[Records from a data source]
=-=-=

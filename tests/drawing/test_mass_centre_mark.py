"""The centre-of-mass mark on the space diagram: where the force analysis carries each centre, in
every pose, and on its own DXF layer (read back with ezdxf)."""

import json
from pathlib import Path

import ezdxf
import pytest

import kinematics
from kinematics.drawing import Circle, Hatch, Ref
from kinematics.drawing.dxf import write_dxf
from kinematics.drawing.panes import space_pane
from kinematics.drawing.symbols import Symbols
from kinematics.dynamics import forces

SAMPLES = Path(__file__).resolve().parents[2] / "samples"
WITH_MASSES = sorted(p.name for p in SAMPLES.glob("*.json") if "masses" in json.loads(p.read_text()))


@pytest.mark.parametrize("name", WITH_MASSES)
@pytest.mark.parametrize("step", [0, 1, 2])
def test_each_mark_sits_where_newton_euler_carries_the_centre(name, step):
    mech = kinematics.load_mechanism(SAMPLES / name)
    result = kinematics.sweep(mech, 3)
    if mech.driver.is_actuator:
        solution = kinematics.solve(mech, length=float(result.driver_length_m[step]))
    else:
        solution = kinematics.solve(mech, float(result.driver_angle_deg[step]))
    sheet = space_pane(mech, solution, Symbols())
    # The Newton-Euler analysis (kinematics.dynamics) carries each centre with its link on its own.
    found = forces(solution)
    for link in mech.mass_data.masses:
        mark = [p for p in sheet.primitives if p.ref == Ref("mass centre", link)]
        rings = [p for p in mark if isinstance(p, Circle)]
        assert len(rings) == 1
        assert rings[0].centre == pytest.approx(tuple(found.inertia[link].centre_m * 1e3), abs=1e-9)
        assert sum(isinstance(p, Hatch) for p in mark) == 2


def test_marks_go_to_their_own_dxf_layer(tmp_path):
    mech = kinematics.load_mechanism(SAMPLES / "cap-press-feeder.json")
    path = tmp_path / "marks.dxf"
    write_dxf(kinematics.construct(kinematics.solve(mech)), path)
    on_layer = [e.dxftype() for e in ezdxf.readfile(path).modelspace() if e.dxf.layer == "MASS-CENTRES"]
    links = len(mech.mass_data.masses)
    assert on_layer.count("CIRCLE") == links and on_layer.count("HATCH") == 2 * links


def test_a_design_without_masses_draws_no_mark():
    mech = kinematics.load_mechanism(SAMPLES / "label-swing-arm.json")
    sheet = space_pane(mech, kinematics.solve(mech), Symbols())
    assert not [p for p in sheet.primitives if p.ref is not None and p.ref.kind == "mass centre"]
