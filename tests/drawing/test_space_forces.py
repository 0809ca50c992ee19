"""The forces of a pose drawn on the space diagram (kinematics.drawing.space_forces): each arrow is
the force polygon's, and is checked here against the numeric forces (kinematics.forces, the
Newton-Euler solution: an independent formulation) at the place the trade draws it."""

import math
import re

import numpy as np
import pytest

import kinematics
from kinematics.drawing import Arrow, Text
from kinematics.drawing.declutter import text_box
from kinematics.drawing.space_forces import ARROW_SHARE, space_forces_pane
from kinematics.drawing.symbols import Symbols
from kinematics.forcepolygon import force_polygon
from tests.designs import SAMPLES

WITH_MASSES = [path for path in sorted(SAMPLES.glob("*.json")) if '"masses"' in path.read_text()]
LABEL = re.compile(r"^F\((?P<by>.+)→(?P<on>.+)\)$")


def _made(path, angle):
    mech = kinematics.load_mechanism(path)
    solution = kinematics.solve(mech, angle_deg=angle) if angle is not None else kinematics.solve(mech)
    return mech, solution, force_polygon(kinematics.construct(solution))


def _scale(sheet) -> float:
    return float(re.search(r"1 mm = ([0-9.e+-]+) N", sheet.views["space"].scale_text).group(1))


@pytest.mark.parametrize("path", WITH_MASSES, ids=lambda p: p.stem)
def test_each_joint_force_ends_at_its_pin_and_is_the_newton_euler_force_on_its_link(path):
    mech, solution, made = _made(path, None)
    numeric = kinematics.forces(solution)
    sheet = space_forces_pane(made, Symbols())
    n_per_mm = _scale(sheet)
    steps = {s.id: s for s in made.polygon.steps}
    at = dict(zip(solution.point_names, solution.positions.tolist(), strict=True))
    checked = 0
    for arrow in (p for p in sheet.primitives if isinstance(p, Arrow)):
        step = steps[arrow.ref.name]
        found = LABEL.match(step.label)
        if step.role.name != "RESULT" or found is None or found["on"] not in mech.links:
            continue
        point = step.points[0]
        assert arrow.end == pytest.approx(tuple(1e3 * c for c in at[point]), abs=1e-9)
        drawn = np.subtract(arrow.end, arrow.start) * n_per_mm
        if found["on"] in numeric.joints_n.get(point, {}):
            expected = numeric.joints_n[point][found["on"]]
        else:  # a block's force on the link that is its guide: minus the guide's force on the block
            (slide,) = [k for k, s in mech.slides.items() if s.point == point and s.guide == found["on"]]
            expected = -numeric.slides[slide].force_n
        assert np.allclose(drawn, expected, rtol=1e-9, atol=1e-9 * np.linalg.norm(expected)), step.label
        checked += 1
    assert checked >= 2


@pytest.mark.parametrize("path", WITH_MASSES, ids=lambda p: p.stem)
def test_each_inertia_force_lies_on_its_offset_line(path):
    mech, solution, made = _made(path, None)
    numeric = kinematics.forces(solution)
    sheet = space_forces_pane(made, Symbols())
    n_per_mm = _scale(sheet)
    steps = {s.id: s for s in made.polygon.steps}
    for arrow in (p for p in sheet.primitives if isinstance(p, Arrow)):
        step = steps[arrow.ref.name]
        link = step.label[len("Fᵢ("):-1] if step.label.startswith("Fᵢ(") else None
        if link not in numeric.inertia:
            continue
        inertia = numeric.inertia[link]
        force = np.subtract(arrow.end, arrow.start) * n_per_mm
        assert np.allclose(force, inertia.force_n, rtol=1e-9, atol=1e-12)
        # The single equivalent force stands off the centre of mass by h = I·|α|/(m·|a_G|) (D'Alembert;
        # common practice): the distance from G to the arrow's line.
        g = 1e3 * inertia.centre_m
        ux, uy = force / np.linalg.norm(force)
        h = abs((g[0] - arrow.end[0]) * uy - (g[1] - arrow.end[1]) * ux)
        assert h == pytest.approx(1e3 * inertia.offset_m, rel=1e-9, abs=1e-9)


@pytest.mark.parametrize("path", WITH_MASSES, ids=lambda p: p.stem)
def test_the_scale_is_of_the_series_and_keeps_the_largest_arrow_within_its_share(path):
    mech, _, made = _made(path, None)
    sheet = space_forces_pane(made, Symbols())
    n_per_mm = _scale(sheet)
    mantissa = n_per_mm / 10 ** math.floor(math.log10(n_per_mm))
    assert round(mantissa, 9) in (1.0, 2.0, 5.0)
    longest = max(math.dist(p.start, p.end) for p in sheet.primitives if isinstance(p, Arrow))
    design_mm = 1e3 * mech.size * mech.metres_per_unit
    assert ARROW_SHARE * design_mm / 2.5 < longest <= ARROW_SHARE * design_mm * (1 + 1e-12)


def test_the_labels_keep_clear_of_the_marks_given_and_of_each_other():
    _, _, made = _made(SAMPLES / "cap-press-feeder.json", None)
    pin = (200.0, 0.0, 210.0, 10.0)
    sheet = space_forces_pane(made, Symbols(), marks=[pin])
    boxes = [text_box(p) for p in sheet.primitives if isinstance(p, Text)]

    def overlap(a, b):
        return a[0] < b[2] and b[0] < a[2] and a[1] < b[3] and b[1] < a[3]

    assert not any(overlap(box, pin) for box in boxes)
    assert not any(overlap(a, b) for i, a in enumerate(boxes) for b in boxes[i + 1:])
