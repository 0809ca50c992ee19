"""cycle"""
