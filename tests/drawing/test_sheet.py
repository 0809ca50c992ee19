"""The Sheet, checked through the collector (no Qt): true-scale placement,
ISO scale series, every step drawn, everything inside the frame."""

import math
import subprocess
import sys
from fractions import Fraction

import pytest

import kinematics
from kinematics.drawing import PAPER, Arrow, Circle, Line, Polyline, Ref, Text, draw_model, draw_sheet, style
from kinematics.drawing.layout import MARGIN, MARGIN_FILING
from kinematics.drawing.scaling import iso5455_ratio, polygon_scale, ratio_text
from kinematics.drawing.space import outline
from kinematics.groups.steps import Role
from tests.designs import (
    BOTTLE_PUSHER,
    GATE_LIFTER,
    SAMPLE_FILES,
    SAMPLES,
    SHEET_DESIGNS,
    SWING_LEVER,
    TRIAD_PRESS,
    construction,
)

# ISO 5455 recommended scales (enlargement, full size, reduction), the series
# extended by powers of ten as the standard allows.
ISO_5455 = {Fraction(m) * Fraction(10) ** n for m in (1, 2, 5) for n in range(-6, 4)}


def test_iso5455_ratio_is_the_largest_recommended_scale_that_fits():
    for limit in (0.0009, 0.003, 0.37, 0.5, 0.99, 1.0, 1.7, 4.99, 12.0):
        ratio = iso5455_ratio(limit)
        assert ratio in ISO_5455 and ratio <= limit
        assert not [s for s in ISO_5455 if ratio < s <= limit]


def test_ratio_text_as_drawings_write_it():
    # ISO 5455 writes scales as 1:1, 1:X (reduction), X:1 (enlargement).
    assert [ratio_text(Fraction(*r)) for r in ((1, 1), (1, 20), (5, 1), (1, 500))] == ["1:1", "1:20", "5:1", "1:500"]


def test_polygon_scale_is_the_smallest_round_value_not_below_need():
    assert [polygon_scale(x) for x in (0.0123, 0.01, 0.06, 0.3, 7.0)] == [0.02, 0.01, 0.1, 0.5, 10.0]


def test_outline_of_a_plate_goes_round_it_and_a_bar_runs_along():
    square = {"A": (0, 0), "B": (1, 1), "C": (1, 0), "D": (0, 1)}
    order, closed = outline("ABCD", square)
    assert closed and set(order) == set("ABCD")
    ring = [square[n] for n in order]
    # A simple (non-crossing) quadrilateral has shoelace area 1 for the unit square.
    area = 0.5 * abs(sum(x0 * y1 - x1 * y0 for (x0, y0), (x1, y1) in zip(ring, ring[1:] + ring[:1], strict=True)))
    assert area == pytest.approx(1.0)
    assert outline("ABC", {"A": (0, 0), "B": (2, 2), "C": (1, 1)}) == (("A", "C", "B"), False)


@pytest.mark.parametrize("name", sorted(SHEET_DESIGNS))
def test_space_diagram_links_run_joint_centre_to_joint_centre_at_sheet_scale(name):
    c = construction(SHEET_DESIGNS[name])
    sheet = draw_sheet(c, file_name="x.json", date="2026-01-01")
    view = sheet.views["space"]
    ratio = Fraction(view.scale_text.split(":")[0]) / Fraction(view.scale_text.split(":")[1])
    assert view.mm_per_unit == pytest.approx(1000.0 * float(ratio), rel=1e-12)
    for link, names in c.solution.mechanism.links.items():
        drawn = [p for p in sheet.of_view("space") if p.ref == Ref("link", link) and p.pen.layer == "SPACE-LINKS"
                 and isinstance(p, (Line, Polyline))]
        assert len(drawn) == 1, link
        corners = [drawn[0].start, drawn[0].end] if isinstance(drawn[0], Line) else list(drawn[0].points)
        joints = [view.place(c.solution.position(n)) for n in names]
        assert len(corners) == len(joints)
        for joint in joints:
            assert min(math.dist(joint, corner) for corner in corners) < 1e-9, (link, joint)


def test_a_link_measures_true_length_times_the_scale():
    # Crank O2A of the gate lifter is 40 mm (24, 32): a 3-4-5 triangle.
    sheet = draw_sheet(construction(GATE_LIFTER))
    view = sheet.views["space"]
    crank = next(p for p in sheet.of_view("space") if p.ref == Ref("link", "crank") and isinstance(p, Line))
    assert math.dist(crank.start, crank.end) == pytest.approx(40.0 * view.mm_per_unit / 1000.0, abs=1e-9)


@pytest.mark.parametrize("name", sorted(SHEET_DESIGNS))
def test_every_polygon_step_is_drawn_from_its_geometry(name):
    c = construction(SHEET_DESIGNS[name])
    sheet = draw_sheet(c)
    for kind in ("velocity", "acceleration"):
        polygon, view = getattr(c, kind), sheet.views[kind]
        for step in polygon.steps:
            drawn = [p for p in sheet.of_step(step.id) if p.view == kind and not isinstance(p, Text)]
            coords = [view.place(xy) for xy in step.geometry.coords]
            if step.is_vector and math.dist(coords[0], coords[-1]) < 1e-9:
                continue  # a zero vector has no arrow
            assert drawn, f"{kind} step {step.id} not drawn"
            if step.role is Role.DIRECTION or step.is_vector:
                line = next(p for p in drawn if isinstance(p, (Line, Arrow)))
                assert line.start == pytest.approx(coords[0], abs=1e-9)
                assert line.end == pytest.approx(coords[-1], abs=1e-9)


@pytest.mark.parametrize("paper", ["A4", "A3"])
@pytest.mark.parametrize("landscape", [False, True])
@pytest.mark.parametrize("source", sorted(SHEET_DESIGNS) + [p.name for p in SAMPLE_FILES])
def test_everything_stays_inside_the_frame(source, paper, landscape):
    mechanism = kinematics.load_mechanism(SHEET_DESIGNS[source] if source in SHEET_DESIGNS else SAMPLES / source)
    sheet = draw_sheet(kinematics.construct(kinematics.solve(mechanism)), paper=paper, landscape=landscape,
                       file_name=source)
    width, height = PAPER[paper][::-1] if landscape else PAPER[paper]
    assert (sheet.width, sheet.height) == (width, height)
    # ISO 5457 frame: 20 mm filing margin on the left, 10 mm elsewhere.  # from memory
    x0, y0, x1, y1 = MARGIN_FILING, MARGIN, width - MARGIN, height - MARGIN
    for p in sheet.primitives:
        for x, y in _extent(p):
            assert x0 - 1e-6 <= x <= x1 + 1e-6 and y0 - 1e-6 <= y <= y1 + 1e-6, (p, source)


def _extent(p):
    """Corners a primitive reaches (text by the widest estimate, 0.8 h per character)."""
    if isinstance(p, Text):
        width = len(p.text) * p.height * 0.8
        left = p.position[0] - {"left": 0.0, "centre": 0.5, "right": 1.0}[p.align] * width
        return [(left, p.position[1]), (left + width, p.position[1] + p.height)]
    if isinstance(p, Circle):
        (x, y), r = p.centre, p.radius
        return [(x - r, y - r), (x + r, y + r)]
    if isinstance(p, (Line, Arrow)):
        return [p.start, p.end, *getattr(p, "head", ())]
    return list(p.points)


def test_the_sheet_states_caution_scales_driver_and_results():
    c = construction(BOTTLE_PUSHER, 30.0)
    sheet = draw_sheet(c, file_name="pusher.json", date="2026-03-04")
    texts = [p.text for p in sheet.primitives if isinstance(p, Text)]
    joined = " ".join(texts)
    block = " ".join(p.text for p in sheet.primitives if isinstance(p, Text) and p.ref == Ref("title block"))
    assert kinematics.CAUTION in block  # wrapped at spaces, so the lines join back to the whole caution
    for name in ("space", "velocity", "acceleration"):
        assert sheet.views[name].scale_text in joined
    assert "30.00°" in joined and "200 rpm" in joined and "pusher.json" in joined and "2026-03-04" in joined
    assert "block" in texts and "rod" in texts  # slide and link rows of the results table
    assert f"{math.hypot(*c.solution.velocity('D')):.4g}" in texts


def test_points_from_the_numeric_solver_are_drawn_and_said_so():
    c = construction(TRIAD_PRESS)
    sheet = draw_sheet(c)
    numeric = [s for s in c.velocity.steps + c.acceleration.steps if s.numeric]
    assert numeric
    for step in numeric:
        assert any(isinstance(p, Circle) and p.pen is style.NUMERIC for p in sheet.of_step(step.id))
    assert style.NUMERIC.legend in [p.text for p in sheet.primitives if isinstance(p, Text)]


def test_model_drawing_keeps_true_millimetres_and_the_files_origin():
    c = construction(SWING_LEVER)
    sheet = draw_model(c)
    assert sheet.views["space"].mm_per_unit == 1000.0 and sheet.views["space"].origin == (0.0, 0.0)
    crank = next(p for p in sheet.of_view("space") if p.ref == Ref("link", "crank") and isinstance(p, Line))
    assert sorted([crank.start, crank.end]) == [pytest.approx((0.0, 90.0)), pytest.approx((40.0, 90.0))]
    velocity, space = sheet.views["velocity"], sheet.views["space"]
    assert velocity.box[0] > space.box[2]  # the polygons stand beside the space diagram


def test_drawing_never_imports_qt():
    code = ("import sys, kinematics.drawing, kinematics.drawing.dxf; "
            "sys.exit(any(m.startswith(('PySide6', 'app')) for m in sys.modules))")
    assert subprocess.run([sys.executable, "-c", code]).returncode == 0


def test_unknown_paper_is_refused_by_name():
    with pytest.raises(ValueError, match="B5"):
        draw_sheet(construction(GATE_LIFTER), paper="B5")


def test_a_cylinders_rod_runs_from_the_barrels_end_to_the_rod_end():
    """The crate tipping table at 800 mm: the rod stands 800 − |CF| mm out of the barrel, drawn from F
    to B at the sheet's scale (placement is exact arithmetic: 1e-9 mm)."""
    mech = kinematics.load_mechanism(SAMPLES / "crate-tipping-table.json")
    solution = kinematics.solve(mech, length=0.8)
    sheet = draw_sheet(kinematics.construct(solution), file_name="x.json", date="2026-01-01")
    view = sheet.views["space"]
    rods = [p for p in sheet.of_view("space") if p.ref == Ref("slide", "cylinder") and isinstance(p, Line)]
    assert len(rods) == 1
    assert math.dist(rods[0].start, view.place(solution.position("F"))) < 1e-9
    assert math.dist(rods[0].end, view.place(solution.position("B"))) < 1e-9
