"""The checks a designer runs before trusting a layout: Grashof class of each
four-bar loop, rotatability of slide loops, transmission angles, dead points,
limit positions of the output, swing or stroke, and time ratio."""

from __future__ import annotations

import math
from dataclasses import dataclass

import numpy as np

from ..errors import KinematicsError
from ..groups.decompose import decompose
from ..model.mechanism import GROUND, Mechanism
from .sweep import Sweep, sweep


@dataclass(frozen=True)
class LoopCheck:
    """One loop's rotatability verdict, in words, with the lengths it used (mm of the file unit)."""

    loop: str
    verdict: str
    turns_fully: str | None
    lengths: dict


def grashof_class(frame: float, input_: float, coupler: float, output: float) -> tuple[str, str | None]:
    """(class, which link turns fully) of a four-bar with the given link lengths.

    >>> grashof_class(140, 40, 122, 107)
    ('crank-rocker', 'input')
    """
    lengths = {"frame": frame, "input": input_, "coupler": coupler, "output": output}
    ordered = sorted(lengths.values())
    s, p, q, l_ = ordered
    margin = (s + l_) - (p + q)
    if abs(margin) <= 1e-9 * l_:
        return "change point (s + l = p + q)", None
    if margin > 0:
        return "non-Grashof triple rocker", None
    shortest = min(lengths, key=lengths.get)
    return {"frame": ("double-crank", "input and output"), "input": ("crank-rocker", "input"),
            "output": ("crank-rocker", "output"), "coupler": ("double-rocker", "coupler")}[shortest]


def _ground_pivot(mech, link):
    return next((p for p in mech.links[link] if p in mech.ground), None)


def _length(mech, p, q):
    (x1, y1), (x2, y2) = mech.points[p], mech.points[q]
    return math.hypot(float(x2) - float(x1), float(y2) - float(y1))


def _distance_from_line(mech, point, line) -> float:
    """Distance (file units) of ``point`` from the line through the two points of ``line``."""
    (ex, ey), (fx, fy) = (mech.points[p] for p in line)
    px, py = mech.points[point]
    return abs((px - ex) * (fy - ey) - (py - ey) * (fx - ex)) / math.hypot(fx - ex, fy - ey)


def loop_checks(mech: Mechanism) -> list:
    """Rotatability of each loop closed by a dyad whose input link is pivoted on ground."""
    checks = []
    for group in decompose(mech).groups:
        if group.form == "numeric":
            continue
        r = dict(group.roles)
        links = tuple(group.links)
        if group.form == "RRR" and r["A"] in mech.ground and r["C"] not in mech.ground:
            # The file listed the rocker first: read the loop from the crank's side.
            r["A"], r["C"], links = r["C"], r["A"], links[::-1]
        pin = r["A"] if group.form != "RPR" else r["D"]
        carrier = next((b for b in mech.bodies_of(pin) if b not in group.links and b != GROUND), None)
        pivot = _ground_pivot(mech, carrier) if carrier else None
        if pivot is None or pivot == pin:
            continue
        crank = _length(mech, pivot, pin)
        if group.form == "RRR" and r["C"] in mech.ground:
            frame, coupler, output = _length(mech, pivot, r["C"]), _length(mech, r["A"], r["B"]), \
                _length(mech, r["C"], r["B"])
            verdict, turns = grashof_class(frame, crank, coupler, output)
            names = {"input": carrier, "output": links[1], "coupler": links[0], "frame": "ground",
                     "input and output": f"{carrier} and {links[1]}"}
            checks.append(LoopCheck(f"four-bar {carrier}-{links[0]}-{links[1]}", verdict,
                                    names.get(turns) if turns else None,
                                    {"frame": frame, carrier: crank, links[0]: coupler, links[1]: output}))
            continue
        slide = mech.slides[group.slide] if group.slide else None
        if slide is None or slide.guide != GROUND and group.form == "RRP":
            continue
        if group.form == "RRP":
            offset = _distance_from_line(mech, pivot, slide.line)
            rod = _length(mech, pin, r["D"])
            turns = crank + offset < rod
            checks.append(LoopCheck(f"slider-crank {carrier}-{links[0]}",
                                    f"r + |e| {'<' if turns else '≥'} l: {crank:.4g} + {offset:.4g} vs {rod:.4g}",
                                    carrier if turns else None, {carrier: crank, "offset": offset,
                                                                 links[0]: rod}))
        elif r["C"] in mech.ground:
            lever = links[0]
            offset = _distance_from_line(mech, r["C"], slide.line)
            centres = _length(mech, pivot, r["C"])
            # The slot must pass the crank pin at every crank angle: |C - pin| stays ≥ |e|, and it
            # ranges over [|d - r|, d + r]. Below d the lever rocks; beyond, it turns too (Whitworth).
            if crank + offset < centres:
                verdict = f"r + |e| < d: {crank:.4g} + {offset:.4g} < {centres:.4g}, the lever rocks"
            elif crank - offset > centres:
                verdict = f"r − |e| > d: {crank:.4g} − {offset:.4g} > {centres:.4g}, the lever turns fully too"
            else:
                verdict = f"|d − r| < |e| or the pin passes the pivot: {crank:.4g}, {offset:.4g}, {centres:.4g}"
            turns = crank + offset < centres or crank - offset > centres
            checks.append(LoopCheck(f"crank and slotted lever {carrier}-{lever}", verdict,
                                    carrier if turns else None, {carrier: crank, "offset": offset,
                                                                 "centre distance": centres}))
    return checks


def transmission_angles(mech: Mechanism, result: Sweep) -> dict:
    """RRR group -> (N,) transmission angle in degrees (0–180°) at its joint B."""
    angles = {}
    index = result.point_names.index
    for group in decompose(mech).groups:
        if group.form != "RRR":
            continue
        r = group.roles
        b = result.positions[:, index(r["B"])]
        to_a = result.positions[:, index(r["A"])] - b
        to_c = result.positions[:, index(r["C"])] - b
        cosine = np.sum(to_a * to_c, axis=1) / (np.linalg.norm(to_a, axis=1) * np.linalg.norm(to_c, axis=1))
        angles[f"{group.links[0]}/{group.links[1]} at {r['B']}"] = np.degrees(np.arccos(np.clip(cosine, -1, 1)))
    return angles


def output_coordinate(mech: Mechanism, result: Sweep):
    """(name, values (N,), unit, rate (N,), rate of rate (N,)) of the output's motion along the cycle:
    a link's angle (°) with its ω (rad/s) and α (rad/s²), or a point's travel (mm) along its guide (or
    its path's principal direction) with its velocity (m/s) and acceleration (m/s²) along it."""
    out = mech.output
    if out is None:
        return None
    if "link" in out:
        link = out["link"]
        angle = np.degrees(np.unwrap(np.radians(result.link_angle_deg[link])))
        return f"link {link}", angle, "°", result.angular_velocity[link], result.angular_acceleration[link]
    point = out["point"]
    i = result.point_names.index(point)
    path = result.positions[:, i]
    slide = next((s for s in mech.slides.values() if s.point == point and s.guide == GROUND), None)
    if slide is not None:
        e, f = (np.array(mech.position_m(p)) for p in slide.line)
        u = (f - e) / np.linalg.norm(f - e)
    else:  # the path's principal direction
        centred = path - path.mean(axis=0)
        u = np.linalg.svd(centred, full_matrices=False)[2][0]
    return f"point {point}", (path @ u) * 1000.0, "mm", result.velocities[:, i] @ u, result.accelerations[:, i] @ u


def output_motion(mech: Mechanism, result: Sweep) -> dict | None:
    """Limit positions, swing or stroke, and time ratio of the output named in the file."""
    found = output_coordinate(mech, result)
    if found is None:
        return None
    name, values, unit, rate, _ = found
    angles = result.driver_angle_deg
    following = np.roll(rate, -1)
    turn = np.flatnonzero(np.sign(rate) != np.sign(following))
    if not result.full_turn:
        turn = turn[turn < len(rate) - 1]
    # Where the output's rate crosses zero, by linear interpolation between swept poses.
    step = np.diff(angles, append=angles[0] + (angles[1] - angles[0]) * len(angles))
    limits = [float(angles[i] + step[i] * rate[i] / (rate[i] - following[i])) for i in turn]
    hi, lo = int(np.argmax(values)), int(np.argmin(values))
    motion = {"output": name, "unit": unit, "travel": float(values[hi] - values[lo]),
              "limit_positions_deg": [float(angles[lo]), float(angles[hi])],
              "rate_reversals_deg": limits}
    if result.full_turn and len(turn) == 2:
        between = abs(limits[1] - limits[0])
        rising = values[turn[1]] > values[turn[0]]
        out_stroke = between if rising else 360.0 - between  # driver turn from lowest to highest
        back = 360.0 - out_stroke
        slow, fast = (("forward (towards the highest)", out_stroke), ("return", back)) if out_stroke >= back \
            else (("return", back), ("forward (towards the highest)", out_stroke))
        motion.update(time_ratio=max(out_stroke, back) / min(out_stroke, back),
                      slow_stroke=slow[0], slow_stroke_driver_deg=slow[1], fast_stroke_driver_deg=fast[1])
    return motion


def report(mech: Mechanism, steps: int = 3600) -> dict:
    """Everything ``kinepoly check`` prints, as data. A cycle that cannot be swept (a change
    point on the way, a group that is no dyad) leaves the loop checks and says why in ``cycle``."""
    from .peaks import peaks

    loops = loop_checks(mech)
    try:
        table = peaks(sweep(mech, steps))
    except KinematicsError as err:
        return {"loops": loops, "cycle": str(err)}
    return {"loops": loops, "cycle": "", "transmission": table["transmission"], "full_turn": table["full_turn"],
            "range_deg": table["range_deg"], "output": table["output"], "warnings": table["warnings"]}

=-=-=

Select and copy each line from the data that includes the word "change".

        return "change point (s + l = p + q)", None
    """Everything ``kinepoly check`` prints, as data. A cycle that cannot be swept (a change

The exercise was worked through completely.